§ Provided records:
◆ ◆ ◆ ◆ ◆

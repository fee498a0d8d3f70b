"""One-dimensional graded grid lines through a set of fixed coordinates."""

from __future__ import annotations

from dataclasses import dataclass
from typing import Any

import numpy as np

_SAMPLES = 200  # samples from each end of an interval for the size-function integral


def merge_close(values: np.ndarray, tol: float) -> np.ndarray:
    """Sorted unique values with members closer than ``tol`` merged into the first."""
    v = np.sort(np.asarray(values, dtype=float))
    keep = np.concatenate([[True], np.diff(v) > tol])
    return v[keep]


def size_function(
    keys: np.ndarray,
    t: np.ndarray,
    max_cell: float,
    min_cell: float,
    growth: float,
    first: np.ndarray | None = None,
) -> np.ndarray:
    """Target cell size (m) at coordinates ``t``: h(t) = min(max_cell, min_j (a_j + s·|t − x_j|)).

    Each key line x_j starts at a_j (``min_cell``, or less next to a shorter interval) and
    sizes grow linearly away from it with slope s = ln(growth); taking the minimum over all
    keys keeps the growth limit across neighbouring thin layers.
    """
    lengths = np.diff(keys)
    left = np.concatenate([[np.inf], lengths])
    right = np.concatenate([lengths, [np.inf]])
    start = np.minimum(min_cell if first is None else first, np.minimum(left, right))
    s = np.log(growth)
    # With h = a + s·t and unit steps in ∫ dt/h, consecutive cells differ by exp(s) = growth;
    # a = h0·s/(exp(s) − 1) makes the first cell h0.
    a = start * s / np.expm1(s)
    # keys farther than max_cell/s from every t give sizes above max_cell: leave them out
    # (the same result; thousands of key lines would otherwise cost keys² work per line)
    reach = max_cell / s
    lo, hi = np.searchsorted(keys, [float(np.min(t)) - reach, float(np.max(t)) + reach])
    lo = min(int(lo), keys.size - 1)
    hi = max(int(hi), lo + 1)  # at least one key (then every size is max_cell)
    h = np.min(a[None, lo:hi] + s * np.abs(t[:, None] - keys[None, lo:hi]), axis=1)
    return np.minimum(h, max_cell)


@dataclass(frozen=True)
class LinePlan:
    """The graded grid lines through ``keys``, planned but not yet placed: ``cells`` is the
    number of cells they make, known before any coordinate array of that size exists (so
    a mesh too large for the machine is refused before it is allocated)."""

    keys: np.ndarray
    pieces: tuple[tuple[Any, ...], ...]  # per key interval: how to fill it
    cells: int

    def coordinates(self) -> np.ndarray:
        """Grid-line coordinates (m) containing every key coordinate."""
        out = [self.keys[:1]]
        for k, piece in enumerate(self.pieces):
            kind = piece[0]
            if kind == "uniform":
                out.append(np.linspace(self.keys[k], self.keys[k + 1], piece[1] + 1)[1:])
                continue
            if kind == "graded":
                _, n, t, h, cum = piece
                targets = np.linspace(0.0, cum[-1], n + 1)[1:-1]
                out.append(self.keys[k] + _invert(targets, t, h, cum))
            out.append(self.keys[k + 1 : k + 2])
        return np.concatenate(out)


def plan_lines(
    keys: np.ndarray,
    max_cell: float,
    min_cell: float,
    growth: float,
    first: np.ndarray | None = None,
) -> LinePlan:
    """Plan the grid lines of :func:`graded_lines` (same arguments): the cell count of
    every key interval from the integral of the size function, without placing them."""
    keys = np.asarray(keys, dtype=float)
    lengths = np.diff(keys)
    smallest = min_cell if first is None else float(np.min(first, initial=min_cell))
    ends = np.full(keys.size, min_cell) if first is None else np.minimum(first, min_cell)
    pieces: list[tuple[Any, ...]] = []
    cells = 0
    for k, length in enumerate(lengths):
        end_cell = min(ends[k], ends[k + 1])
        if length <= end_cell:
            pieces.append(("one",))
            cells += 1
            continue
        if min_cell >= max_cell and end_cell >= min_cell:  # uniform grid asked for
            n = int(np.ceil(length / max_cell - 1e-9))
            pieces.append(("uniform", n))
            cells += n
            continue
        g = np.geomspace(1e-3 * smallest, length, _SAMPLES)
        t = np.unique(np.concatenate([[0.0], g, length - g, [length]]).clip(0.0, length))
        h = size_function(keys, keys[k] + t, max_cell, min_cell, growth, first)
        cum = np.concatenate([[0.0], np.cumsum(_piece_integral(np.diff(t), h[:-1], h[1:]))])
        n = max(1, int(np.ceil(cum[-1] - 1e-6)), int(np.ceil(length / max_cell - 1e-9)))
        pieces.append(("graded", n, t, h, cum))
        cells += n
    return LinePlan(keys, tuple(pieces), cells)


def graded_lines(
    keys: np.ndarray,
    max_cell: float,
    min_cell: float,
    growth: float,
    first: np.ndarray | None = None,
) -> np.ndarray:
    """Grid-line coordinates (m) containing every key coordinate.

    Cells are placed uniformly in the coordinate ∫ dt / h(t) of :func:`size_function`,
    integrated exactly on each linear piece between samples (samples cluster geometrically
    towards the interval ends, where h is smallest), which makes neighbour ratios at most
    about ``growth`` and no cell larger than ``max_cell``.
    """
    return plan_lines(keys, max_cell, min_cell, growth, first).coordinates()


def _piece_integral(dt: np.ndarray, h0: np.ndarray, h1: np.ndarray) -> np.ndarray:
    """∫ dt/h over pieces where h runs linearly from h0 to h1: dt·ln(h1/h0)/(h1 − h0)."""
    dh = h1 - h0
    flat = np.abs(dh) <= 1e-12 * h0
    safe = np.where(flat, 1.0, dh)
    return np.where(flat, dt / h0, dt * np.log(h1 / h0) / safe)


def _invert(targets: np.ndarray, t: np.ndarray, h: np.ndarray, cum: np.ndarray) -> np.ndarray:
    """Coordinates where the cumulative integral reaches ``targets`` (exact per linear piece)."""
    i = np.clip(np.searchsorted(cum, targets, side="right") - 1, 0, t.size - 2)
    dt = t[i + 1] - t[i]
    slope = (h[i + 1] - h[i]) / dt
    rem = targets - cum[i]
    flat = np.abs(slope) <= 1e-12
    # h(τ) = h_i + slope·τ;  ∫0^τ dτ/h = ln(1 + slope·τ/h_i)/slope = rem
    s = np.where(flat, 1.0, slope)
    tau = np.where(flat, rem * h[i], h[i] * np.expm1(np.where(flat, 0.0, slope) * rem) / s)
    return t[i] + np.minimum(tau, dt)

◆ ◆ ◆ ◆ ◆

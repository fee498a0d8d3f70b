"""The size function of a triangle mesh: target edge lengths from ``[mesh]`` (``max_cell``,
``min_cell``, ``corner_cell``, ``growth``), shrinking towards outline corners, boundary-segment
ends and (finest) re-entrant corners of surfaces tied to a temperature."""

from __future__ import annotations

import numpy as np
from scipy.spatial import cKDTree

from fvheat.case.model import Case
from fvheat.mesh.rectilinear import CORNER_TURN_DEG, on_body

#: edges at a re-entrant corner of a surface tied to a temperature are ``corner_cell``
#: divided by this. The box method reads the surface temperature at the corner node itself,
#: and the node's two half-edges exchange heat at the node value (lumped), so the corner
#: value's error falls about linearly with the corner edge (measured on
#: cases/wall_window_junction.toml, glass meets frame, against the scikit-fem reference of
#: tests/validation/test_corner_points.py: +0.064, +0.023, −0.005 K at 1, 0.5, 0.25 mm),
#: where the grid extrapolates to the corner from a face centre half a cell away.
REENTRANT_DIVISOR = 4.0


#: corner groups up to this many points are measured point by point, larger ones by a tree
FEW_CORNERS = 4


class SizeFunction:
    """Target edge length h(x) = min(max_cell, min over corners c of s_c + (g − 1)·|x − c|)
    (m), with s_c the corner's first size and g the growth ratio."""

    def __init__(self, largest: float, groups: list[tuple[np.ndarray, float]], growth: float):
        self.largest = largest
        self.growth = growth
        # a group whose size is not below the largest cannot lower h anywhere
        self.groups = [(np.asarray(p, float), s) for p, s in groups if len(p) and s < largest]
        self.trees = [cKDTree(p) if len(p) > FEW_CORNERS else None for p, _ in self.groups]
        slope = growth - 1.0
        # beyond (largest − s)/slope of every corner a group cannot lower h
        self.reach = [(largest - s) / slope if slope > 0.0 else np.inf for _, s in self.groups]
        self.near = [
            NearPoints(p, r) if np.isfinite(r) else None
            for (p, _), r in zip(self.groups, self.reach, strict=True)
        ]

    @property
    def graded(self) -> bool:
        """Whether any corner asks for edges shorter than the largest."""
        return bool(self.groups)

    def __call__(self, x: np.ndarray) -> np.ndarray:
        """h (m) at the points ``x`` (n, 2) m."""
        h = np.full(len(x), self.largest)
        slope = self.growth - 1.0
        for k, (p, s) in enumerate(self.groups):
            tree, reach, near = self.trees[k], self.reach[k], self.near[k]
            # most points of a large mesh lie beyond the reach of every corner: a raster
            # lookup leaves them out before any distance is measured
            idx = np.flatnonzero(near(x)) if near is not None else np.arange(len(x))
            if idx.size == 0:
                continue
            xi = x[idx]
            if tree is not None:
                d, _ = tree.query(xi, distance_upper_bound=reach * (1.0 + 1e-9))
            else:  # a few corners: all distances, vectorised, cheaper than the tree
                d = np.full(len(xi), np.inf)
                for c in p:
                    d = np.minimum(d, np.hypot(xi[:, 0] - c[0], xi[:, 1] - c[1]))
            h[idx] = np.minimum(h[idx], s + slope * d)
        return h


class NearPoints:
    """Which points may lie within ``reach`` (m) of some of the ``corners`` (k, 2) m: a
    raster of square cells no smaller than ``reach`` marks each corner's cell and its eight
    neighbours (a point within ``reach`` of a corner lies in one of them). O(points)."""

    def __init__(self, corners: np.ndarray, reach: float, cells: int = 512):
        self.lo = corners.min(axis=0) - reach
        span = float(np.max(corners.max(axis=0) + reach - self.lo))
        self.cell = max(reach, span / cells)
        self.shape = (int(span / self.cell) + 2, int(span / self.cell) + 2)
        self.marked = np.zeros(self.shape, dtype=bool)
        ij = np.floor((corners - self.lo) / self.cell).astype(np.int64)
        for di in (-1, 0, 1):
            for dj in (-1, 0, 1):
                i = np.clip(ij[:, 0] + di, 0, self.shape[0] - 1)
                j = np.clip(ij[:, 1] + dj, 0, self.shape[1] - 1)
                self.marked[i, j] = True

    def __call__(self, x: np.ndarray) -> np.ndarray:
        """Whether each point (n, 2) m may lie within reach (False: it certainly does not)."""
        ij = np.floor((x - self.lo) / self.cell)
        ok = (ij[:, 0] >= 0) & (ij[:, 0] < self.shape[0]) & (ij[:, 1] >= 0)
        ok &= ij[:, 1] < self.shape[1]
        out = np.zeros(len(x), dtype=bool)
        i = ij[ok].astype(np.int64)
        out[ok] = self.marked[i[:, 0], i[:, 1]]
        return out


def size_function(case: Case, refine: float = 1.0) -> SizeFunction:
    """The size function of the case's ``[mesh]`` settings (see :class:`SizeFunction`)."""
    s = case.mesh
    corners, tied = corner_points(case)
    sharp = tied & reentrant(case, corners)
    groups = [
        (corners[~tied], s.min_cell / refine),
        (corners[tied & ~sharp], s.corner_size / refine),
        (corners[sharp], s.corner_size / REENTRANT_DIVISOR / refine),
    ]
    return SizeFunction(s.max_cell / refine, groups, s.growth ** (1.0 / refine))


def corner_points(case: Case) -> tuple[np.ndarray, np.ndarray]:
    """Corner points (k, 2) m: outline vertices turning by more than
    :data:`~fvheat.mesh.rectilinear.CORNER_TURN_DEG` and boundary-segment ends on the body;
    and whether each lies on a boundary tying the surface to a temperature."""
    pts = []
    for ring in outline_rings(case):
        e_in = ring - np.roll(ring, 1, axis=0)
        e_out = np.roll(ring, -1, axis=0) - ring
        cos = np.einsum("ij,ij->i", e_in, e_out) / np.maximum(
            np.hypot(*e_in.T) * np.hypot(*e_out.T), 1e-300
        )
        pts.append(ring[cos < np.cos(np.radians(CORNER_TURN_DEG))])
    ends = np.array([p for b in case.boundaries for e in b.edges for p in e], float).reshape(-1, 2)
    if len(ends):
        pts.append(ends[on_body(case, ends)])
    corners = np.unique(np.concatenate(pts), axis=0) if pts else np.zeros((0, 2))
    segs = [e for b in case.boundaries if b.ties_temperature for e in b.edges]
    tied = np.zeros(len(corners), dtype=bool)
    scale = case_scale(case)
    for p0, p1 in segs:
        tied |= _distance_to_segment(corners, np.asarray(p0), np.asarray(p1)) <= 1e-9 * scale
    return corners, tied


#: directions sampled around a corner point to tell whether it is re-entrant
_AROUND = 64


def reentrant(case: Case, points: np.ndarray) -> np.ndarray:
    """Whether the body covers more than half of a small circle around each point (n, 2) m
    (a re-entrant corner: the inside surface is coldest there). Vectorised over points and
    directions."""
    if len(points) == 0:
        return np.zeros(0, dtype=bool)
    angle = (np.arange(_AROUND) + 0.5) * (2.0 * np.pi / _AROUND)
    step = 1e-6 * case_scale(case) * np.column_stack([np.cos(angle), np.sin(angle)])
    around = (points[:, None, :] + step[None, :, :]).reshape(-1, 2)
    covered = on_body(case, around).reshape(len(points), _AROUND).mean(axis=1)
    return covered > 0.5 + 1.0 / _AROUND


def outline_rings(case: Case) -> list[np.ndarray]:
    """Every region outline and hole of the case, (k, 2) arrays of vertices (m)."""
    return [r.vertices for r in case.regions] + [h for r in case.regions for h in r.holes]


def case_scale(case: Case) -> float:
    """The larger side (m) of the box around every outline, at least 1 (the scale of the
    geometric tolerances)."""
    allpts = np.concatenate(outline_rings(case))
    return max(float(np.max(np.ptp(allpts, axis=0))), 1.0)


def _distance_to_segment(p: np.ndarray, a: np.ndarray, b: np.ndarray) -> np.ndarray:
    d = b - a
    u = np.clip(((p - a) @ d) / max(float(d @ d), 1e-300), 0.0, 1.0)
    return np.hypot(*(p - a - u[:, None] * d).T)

◆ ◆ ◆ ◆ ◆

§ What to produce: The lines that mention the word "cKDTree" should be pulled from the records above.

§ Response:
from scipy.spatial import cKDTree
        self.trees = [cKDTree(p) if len(p) > FEW_CORNERS else None for p, _ in self.groups]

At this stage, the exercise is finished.